Start of Working data

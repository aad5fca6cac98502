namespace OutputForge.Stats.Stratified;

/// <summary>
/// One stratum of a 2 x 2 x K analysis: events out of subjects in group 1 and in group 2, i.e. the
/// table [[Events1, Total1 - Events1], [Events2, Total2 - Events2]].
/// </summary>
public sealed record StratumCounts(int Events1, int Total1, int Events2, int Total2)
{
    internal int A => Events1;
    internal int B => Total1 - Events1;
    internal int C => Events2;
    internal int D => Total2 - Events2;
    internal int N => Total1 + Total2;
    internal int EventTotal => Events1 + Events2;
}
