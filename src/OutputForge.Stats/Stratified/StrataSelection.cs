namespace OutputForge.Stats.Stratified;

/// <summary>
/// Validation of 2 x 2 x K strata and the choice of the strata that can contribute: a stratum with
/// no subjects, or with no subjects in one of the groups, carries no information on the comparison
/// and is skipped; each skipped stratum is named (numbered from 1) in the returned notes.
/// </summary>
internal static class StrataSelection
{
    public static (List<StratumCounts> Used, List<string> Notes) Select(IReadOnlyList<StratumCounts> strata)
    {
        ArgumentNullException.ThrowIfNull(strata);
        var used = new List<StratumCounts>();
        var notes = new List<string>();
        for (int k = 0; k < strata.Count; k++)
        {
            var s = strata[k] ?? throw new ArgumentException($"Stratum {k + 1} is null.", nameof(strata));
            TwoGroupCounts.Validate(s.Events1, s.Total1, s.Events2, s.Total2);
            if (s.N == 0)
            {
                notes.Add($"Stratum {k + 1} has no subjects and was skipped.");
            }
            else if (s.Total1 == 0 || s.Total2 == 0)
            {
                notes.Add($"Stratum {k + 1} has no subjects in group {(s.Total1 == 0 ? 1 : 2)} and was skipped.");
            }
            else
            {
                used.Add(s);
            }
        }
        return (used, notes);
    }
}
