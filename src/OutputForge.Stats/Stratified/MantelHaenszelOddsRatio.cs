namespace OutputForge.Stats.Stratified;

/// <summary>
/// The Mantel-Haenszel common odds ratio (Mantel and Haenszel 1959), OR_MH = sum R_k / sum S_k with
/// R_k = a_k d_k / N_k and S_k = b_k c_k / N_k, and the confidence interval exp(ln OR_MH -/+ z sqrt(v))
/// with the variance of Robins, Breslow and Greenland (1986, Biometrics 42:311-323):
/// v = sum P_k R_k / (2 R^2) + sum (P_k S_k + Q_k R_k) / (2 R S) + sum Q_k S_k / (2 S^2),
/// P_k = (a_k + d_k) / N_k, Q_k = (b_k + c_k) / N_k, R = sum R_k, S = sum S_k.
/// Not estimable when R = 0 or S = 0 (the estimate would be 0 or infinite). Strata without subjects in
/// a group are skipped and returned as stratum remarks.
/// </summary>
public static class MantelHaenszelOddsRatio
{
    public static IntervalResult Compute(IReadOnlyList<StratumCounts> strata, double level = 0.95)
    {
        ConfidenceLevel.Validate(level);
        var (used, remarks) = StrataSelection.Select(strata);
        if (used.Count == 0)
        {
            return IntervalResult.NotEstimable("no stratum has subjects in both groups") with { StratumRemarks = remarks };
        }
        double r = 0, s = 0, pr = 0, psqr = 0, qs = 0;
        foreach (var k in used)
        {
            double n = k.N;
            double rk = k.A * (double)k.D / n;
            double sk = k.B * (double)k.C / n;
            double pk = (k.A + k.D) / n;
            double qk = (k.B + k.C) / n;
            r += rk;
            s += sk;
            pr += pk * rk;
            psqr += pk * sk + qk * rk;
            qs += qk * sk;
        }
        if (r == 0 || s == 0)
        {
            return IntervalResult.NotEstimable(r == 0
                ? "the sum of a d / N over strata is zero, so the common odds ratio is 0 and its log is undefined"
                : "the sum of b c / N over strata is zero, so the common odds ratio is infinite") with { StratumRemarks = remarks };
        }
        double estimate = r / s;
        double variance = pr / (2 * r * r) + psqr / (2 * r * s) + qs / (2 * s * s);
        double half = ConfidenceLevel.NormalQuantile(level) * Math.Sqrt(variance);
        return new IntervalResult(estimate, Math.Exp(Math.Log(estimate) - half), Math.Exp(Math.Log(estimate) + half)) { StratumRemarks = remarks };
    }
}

End of Working data

• [Description of the task] Looking at the records above, say how many of their lines include the word "groups", with no other words.

• [Response box] 2